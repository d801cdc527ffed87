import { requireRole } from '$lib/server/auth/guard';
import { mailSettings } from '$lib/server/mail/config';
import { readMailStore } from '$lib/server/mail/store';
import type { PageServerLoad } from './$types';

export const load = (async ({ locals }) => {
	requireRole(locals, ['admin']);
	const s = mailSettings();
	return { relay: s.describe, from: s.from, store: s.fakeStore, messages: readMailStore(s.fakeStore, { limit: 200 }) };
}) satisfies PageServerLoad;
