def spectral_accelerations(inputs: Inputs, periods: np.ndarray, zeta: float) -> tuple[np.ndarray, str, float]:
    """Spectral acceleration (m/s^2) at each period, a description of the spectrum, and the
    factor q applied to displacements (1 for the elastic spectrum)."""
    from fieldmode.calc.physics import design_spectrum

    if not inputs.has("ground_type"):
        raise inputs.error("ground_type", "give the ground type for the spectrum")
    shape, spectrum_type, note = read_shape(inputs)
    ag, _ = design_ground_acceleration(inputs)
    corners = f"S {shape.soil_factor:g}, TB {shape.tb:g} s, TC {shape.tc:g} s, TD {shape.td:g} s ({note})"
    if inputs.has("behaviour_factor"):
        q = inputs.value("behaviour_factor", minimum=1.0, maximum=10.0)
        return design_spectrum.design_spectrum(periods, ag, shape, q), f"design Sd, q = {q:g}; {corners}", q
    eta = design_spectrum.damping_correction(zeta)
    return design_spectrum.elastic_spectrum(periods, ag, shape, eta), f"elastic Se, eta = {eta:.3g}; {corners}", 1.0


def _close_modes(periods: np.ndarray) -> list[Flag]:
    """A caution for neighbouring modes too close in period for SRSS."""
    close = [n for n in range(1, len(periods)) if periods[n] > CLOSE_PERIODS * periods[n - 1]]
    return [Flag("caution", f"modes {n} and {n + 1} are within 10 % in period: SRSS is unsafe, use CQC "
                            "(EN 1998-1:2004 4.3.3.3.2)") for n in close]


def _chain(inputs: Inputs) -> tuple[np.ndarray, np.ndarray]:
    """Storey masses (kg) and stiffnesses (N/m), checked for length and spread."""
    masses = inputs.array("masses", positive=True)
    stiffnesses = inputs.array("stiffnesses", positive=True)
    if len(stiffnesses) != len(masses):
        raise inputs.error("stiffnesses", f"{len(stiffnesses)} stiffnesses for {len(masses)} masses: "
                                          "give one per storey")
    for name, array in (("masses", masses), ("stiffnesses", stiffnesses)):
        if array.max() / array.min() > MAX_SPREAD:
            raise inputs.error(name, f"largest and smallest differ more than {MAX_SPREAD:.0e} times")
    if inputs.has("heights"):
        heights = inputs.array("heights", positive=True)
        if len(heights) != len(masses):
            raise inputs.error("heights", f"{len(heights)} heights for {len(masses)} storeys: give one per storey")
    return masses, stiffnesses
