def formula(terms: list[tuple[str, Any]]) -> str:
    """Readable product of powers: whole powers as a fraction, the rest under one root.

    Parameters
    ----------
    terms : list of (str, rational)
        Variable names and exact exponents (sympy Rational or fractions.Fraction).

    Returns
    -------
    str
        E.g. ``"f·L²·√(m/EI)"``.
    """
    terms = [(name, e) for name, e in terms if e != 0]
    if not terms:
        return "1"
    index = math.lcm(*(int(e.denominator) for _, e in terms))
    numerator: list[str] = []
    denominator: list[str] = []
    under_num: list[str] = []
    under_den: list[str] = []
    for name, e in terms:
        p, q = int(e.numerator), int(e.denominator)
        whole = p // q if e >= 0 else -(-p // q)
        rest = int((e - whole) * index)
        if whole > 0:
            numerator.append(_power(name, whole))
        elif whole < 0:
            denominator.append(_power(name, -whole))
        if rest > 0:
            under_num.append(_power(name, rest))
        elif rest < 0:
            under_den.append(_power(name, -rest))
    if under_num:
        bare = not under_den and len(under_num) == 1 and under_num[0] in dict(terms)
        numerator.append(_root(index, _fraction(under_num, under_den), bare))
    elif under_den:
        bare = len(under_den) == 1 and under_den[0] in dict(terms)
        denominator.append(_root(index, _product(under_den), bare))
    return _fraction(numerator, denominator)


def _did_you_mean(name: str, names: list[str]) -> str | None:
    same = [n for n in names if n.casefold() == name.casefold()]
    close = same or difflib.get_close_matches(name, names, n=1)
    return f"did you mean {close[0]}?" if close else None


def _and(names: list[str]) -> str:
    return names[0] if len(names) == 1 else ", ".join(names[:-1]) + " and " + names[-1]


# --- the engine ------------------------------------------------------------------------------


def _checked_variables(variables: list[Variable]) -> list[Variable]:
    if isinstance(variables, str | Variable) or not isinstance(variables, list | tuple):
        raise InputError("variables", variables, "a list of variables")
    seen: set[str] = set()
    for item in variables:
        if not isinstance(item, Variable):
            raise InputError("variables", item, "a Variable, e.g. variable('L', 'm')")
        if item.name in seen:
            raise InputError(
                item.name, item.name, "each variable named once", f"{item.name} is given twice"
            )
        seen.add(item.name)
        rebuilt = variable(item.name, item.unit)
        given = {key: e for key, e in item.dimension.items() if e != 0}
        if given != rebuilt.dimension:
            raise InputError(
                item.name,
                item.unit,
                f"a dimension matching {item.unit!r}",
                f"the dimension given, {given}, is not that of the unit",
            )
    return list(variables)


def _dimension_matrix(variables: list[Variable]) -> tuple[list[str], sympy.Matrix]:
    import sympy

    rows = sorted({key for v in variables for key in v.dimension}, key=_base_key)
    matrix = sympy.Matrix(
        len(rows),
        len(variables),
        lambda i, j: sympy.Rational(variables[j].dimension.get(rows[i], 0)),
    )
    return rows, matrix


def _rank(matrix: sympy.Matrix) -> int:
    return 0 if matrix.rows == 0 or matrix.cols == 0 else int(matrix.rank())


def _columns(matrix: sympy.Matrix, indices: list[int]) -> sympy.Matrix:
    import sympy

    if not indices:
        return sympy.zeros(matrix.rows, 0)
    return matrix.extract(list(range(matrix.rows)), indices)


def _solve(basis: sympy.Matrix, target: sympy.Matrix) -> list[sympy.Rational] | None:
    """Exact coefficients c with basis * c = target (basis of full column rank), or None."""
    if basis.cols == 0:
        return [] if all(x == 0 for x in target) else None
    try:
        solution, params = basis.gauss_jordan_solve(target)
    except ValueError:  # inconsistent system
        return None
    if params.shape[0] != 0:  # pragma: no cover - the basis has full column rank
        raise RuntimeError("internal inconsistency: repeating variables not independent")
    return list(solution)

※ ※ ※

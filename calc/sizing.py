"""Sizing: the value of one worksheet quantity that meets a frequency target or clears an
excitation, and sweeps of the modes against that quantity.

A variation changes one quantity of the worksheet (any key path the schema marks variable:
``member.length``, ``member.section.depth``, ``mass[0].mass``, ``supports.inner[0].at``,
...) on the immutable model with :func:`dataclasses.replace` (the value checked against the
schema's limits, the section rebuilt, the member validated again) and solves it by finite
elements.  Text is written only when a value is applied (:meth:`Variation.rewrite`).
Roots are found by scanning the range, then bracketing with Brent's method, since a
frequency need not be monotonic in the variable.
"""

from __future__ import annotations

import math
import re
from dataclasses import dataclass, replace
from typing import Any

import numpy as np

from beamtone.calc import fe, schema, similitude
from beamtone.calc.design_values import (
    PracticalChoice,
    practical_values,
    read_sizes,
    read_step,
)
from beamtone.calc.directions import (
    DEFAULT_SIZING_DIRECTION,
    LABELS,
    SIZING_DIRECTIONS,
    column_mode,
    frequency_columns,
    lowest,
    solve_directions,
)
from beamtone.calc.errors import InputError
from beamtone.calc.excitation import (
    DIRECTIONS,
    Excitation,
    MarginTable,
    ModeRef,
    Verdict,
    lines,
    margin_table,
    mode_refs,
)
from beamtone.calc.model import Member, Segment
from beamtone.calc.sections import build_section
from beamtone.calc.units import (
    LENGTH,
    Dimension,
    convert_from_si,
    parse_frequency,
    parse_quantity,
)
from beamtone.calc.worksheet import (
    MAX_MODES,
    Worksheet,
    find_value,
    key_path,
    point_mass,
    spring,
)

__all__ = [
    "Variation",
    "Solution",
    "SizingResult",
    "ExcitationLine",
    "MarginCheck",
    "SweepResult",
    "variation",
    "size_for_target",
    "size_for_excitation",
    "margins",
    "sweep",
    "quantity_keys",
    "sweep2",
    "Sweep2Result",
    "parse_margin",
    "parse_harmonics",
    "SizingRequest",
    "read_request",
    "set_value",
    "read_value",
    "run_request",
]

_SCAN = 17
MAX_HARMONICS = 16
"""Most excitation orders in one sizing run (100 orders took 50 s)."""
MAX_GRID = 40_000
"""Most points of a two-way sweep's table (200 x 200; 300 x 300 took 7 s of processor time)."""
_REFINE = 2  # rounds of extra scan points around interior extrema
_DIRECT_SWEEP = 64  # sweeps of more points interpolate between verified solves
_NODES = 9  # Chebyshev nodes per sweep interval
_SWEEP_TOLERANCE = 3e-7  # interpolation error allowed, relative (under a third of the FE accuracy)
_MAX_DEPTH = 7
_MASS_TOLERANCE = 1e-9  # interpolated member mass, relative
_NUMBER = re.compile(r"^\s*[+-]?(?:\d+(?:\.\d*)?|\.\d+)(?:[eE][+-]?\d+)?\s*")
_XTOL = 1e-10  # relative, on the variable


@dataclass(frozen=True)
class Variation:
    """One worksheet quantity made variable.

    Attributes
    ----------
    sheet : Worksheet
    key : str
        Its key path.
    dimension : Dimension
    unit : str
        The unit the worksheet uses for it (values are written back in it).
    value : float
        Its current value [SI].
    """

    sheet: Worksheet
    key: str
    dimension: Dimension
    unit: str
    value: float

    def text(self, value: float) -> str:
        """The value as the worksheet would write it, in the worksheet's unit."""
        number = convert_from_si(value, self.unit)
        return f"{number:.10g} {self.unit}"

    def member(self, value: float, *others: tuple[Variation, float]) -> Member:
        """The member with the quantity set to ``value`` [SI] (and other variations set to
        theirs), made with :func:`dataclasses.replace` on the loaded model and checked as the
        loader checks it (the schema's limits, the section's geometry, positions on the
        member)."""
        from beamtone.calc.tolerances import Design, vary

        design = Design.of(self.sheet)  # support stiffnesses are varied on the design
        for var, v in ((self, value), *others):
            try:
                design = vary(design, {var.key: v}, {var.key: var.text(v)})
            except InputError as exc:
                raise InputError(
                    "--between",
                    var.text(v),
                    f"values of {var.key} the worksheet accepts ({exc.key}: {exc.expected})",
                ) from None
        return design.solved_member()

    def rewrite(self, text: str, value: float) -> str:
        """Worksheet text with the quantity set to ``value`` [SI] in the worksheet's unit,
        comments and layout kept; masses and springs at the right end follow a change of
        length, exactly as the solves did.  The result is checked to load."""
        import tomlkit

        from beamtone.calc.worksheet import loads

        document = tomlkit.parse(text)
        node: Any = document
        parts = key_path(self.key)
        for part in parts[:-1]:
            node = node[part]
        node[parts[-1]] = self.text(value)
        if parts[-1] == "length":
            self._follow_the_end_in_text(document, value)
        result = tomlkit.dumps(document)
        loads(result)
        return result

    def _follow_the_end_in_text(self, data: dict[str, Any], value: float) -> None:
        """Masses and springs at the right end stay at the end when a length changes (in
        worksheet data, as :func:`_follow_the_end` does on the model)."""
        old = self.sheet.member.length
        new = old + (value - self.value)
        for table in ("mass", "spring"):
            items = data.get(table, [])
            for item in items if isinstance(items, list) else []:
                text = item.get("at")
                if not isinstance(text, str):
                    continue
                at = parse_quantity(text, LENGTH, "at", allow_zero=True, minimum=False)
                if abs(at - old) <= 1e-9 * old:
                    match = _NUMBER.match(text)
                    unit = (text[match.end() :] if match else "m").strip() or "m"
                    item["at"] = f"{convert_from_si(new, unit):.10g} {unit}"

※ ※ ※

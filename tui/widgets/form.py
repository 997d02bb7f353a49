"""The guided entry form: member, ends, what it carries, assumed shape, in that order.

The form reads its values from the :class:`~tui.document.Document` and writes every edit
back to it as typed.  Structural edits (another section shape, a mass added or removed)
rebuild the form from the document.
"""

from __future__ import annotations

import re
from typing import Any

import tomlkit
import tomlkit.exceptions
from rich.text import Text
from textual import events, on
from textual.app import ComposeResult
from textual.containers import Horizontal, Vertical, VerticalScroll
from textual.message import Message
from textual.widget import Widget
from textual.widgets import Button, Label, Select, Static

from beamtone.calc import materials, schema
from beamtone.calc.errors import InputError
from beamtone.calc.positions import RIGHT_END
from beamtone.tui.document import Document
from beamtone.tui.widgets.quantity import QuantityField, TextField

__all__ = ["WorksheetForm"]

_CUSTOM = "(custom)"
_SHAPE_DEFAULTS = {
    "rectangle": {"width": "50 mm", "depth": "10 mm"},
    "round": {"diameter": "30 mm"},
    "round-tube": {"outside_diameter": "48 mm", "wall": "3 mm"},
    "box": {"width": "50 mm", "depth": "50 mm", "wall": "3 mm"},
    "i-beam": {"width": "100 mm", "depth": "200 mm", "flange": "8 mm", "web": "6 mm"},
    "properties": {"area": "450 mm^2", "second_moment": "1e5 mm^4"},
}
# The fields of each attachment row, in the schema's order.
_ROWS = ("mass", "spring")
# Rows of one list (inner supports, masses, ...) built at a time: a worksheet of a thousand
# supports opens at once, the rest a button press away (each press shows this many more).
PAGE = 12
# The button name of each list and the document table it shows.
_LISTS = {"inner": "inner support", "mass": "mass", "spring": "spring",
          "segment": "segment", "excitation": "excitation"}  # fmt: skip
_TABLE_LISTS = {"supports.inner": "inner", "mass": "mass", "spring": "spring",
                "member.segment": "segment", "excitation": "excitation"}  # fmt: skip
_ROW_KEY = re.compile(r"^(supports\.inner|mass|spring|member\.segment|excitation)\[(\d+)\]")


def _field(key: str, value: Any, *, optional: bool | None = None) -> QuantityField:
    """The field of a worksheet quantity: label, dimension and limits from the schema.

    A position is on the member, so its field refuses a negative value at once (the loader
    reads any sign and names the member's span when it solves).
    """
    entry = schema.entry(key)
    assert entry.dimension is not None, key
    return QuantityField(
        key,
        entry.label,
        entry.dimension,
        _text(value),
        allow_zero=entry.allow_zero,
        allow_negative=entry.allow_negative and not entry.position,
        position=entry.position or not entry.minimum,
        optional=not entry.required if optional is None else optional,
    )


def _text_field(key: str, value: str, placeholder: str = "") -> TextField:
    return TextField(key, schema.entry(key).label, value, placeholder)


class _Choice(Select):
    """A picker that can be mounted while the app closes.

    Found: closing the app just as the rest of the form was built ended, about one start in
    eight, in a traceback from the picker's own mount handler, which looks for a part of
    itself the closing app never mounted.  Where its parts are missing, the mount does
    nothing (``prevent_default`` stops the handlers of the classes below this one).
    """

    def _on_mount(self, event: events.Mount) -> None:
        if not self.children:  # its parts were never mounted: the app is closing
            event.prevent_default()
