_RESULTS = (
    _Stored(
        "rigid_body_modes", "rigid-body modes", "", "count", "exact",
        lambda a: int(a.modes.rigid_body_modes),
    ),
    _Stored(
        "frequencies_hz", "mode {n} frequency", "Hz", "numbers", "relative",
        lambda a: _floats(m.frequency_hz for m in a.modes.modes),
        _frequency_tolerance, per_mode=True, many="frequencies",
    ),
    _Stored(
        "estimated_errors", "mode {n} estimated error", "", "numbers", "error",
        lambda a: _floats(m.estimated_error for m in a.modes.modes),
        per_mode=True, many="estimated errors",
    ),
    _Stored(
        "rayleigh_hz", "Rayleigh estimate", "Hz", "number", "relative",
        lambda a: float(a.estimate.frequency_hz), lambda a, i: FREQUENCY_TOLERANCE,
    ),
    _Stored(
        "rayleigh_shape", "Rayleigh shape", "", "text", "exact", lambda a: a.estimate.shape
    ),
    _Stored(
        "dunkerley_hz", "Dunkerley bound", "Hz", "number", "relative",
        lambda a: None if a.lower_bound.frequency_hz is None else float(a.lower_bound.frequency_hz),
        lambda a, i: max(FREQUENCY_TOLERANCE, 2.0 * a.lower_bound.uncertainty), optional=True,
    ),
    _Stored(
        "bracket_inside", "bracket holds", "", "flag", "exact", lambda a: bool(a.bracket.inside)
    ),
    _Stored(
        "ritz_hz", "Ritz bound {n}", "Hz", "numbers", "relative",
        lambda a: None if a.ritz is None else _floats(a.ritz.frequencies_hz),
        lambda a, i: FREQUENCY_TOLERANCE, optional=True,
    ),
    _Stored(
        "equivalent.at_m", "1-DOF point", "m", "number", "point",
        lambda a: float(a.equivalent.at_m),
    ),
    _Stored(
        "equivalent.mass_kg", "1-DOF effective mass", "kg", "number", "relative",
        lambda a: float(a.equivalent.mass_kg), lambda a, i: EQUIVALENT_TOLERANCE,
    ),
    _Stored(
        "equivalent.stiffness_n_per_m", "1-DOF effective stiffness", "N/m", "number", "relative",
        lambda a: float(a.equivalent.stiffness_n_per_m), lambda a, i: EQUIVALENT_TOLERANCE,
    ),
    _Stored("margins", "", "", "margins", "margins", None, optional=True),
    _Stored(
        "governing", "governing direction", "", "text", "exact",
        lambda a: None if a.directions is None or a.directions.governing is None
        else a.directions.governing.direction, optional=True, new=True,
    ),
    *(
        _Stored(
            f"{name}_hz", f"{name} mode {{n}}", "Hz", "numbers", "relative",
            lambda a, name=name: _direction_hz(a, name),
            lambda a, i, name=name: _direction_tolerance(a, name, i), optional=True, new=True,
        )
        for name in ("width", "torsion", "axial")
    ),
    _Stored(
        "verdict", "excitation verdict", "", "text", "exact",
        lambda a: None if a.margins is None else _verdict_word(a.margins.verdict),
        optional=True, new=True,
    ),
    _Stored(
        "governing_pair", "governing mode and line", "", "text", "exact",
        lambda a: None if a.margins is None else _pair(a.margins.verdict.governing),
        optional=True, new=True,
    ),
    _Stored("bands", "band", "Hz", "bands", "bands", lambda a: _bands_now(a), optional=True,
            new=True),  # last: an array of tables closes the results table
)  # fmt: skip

※ ※ ※

Goal of the exercise
Look through the lines above for "inner". Say how many have it, and give no other words.

Answer to the exercise
5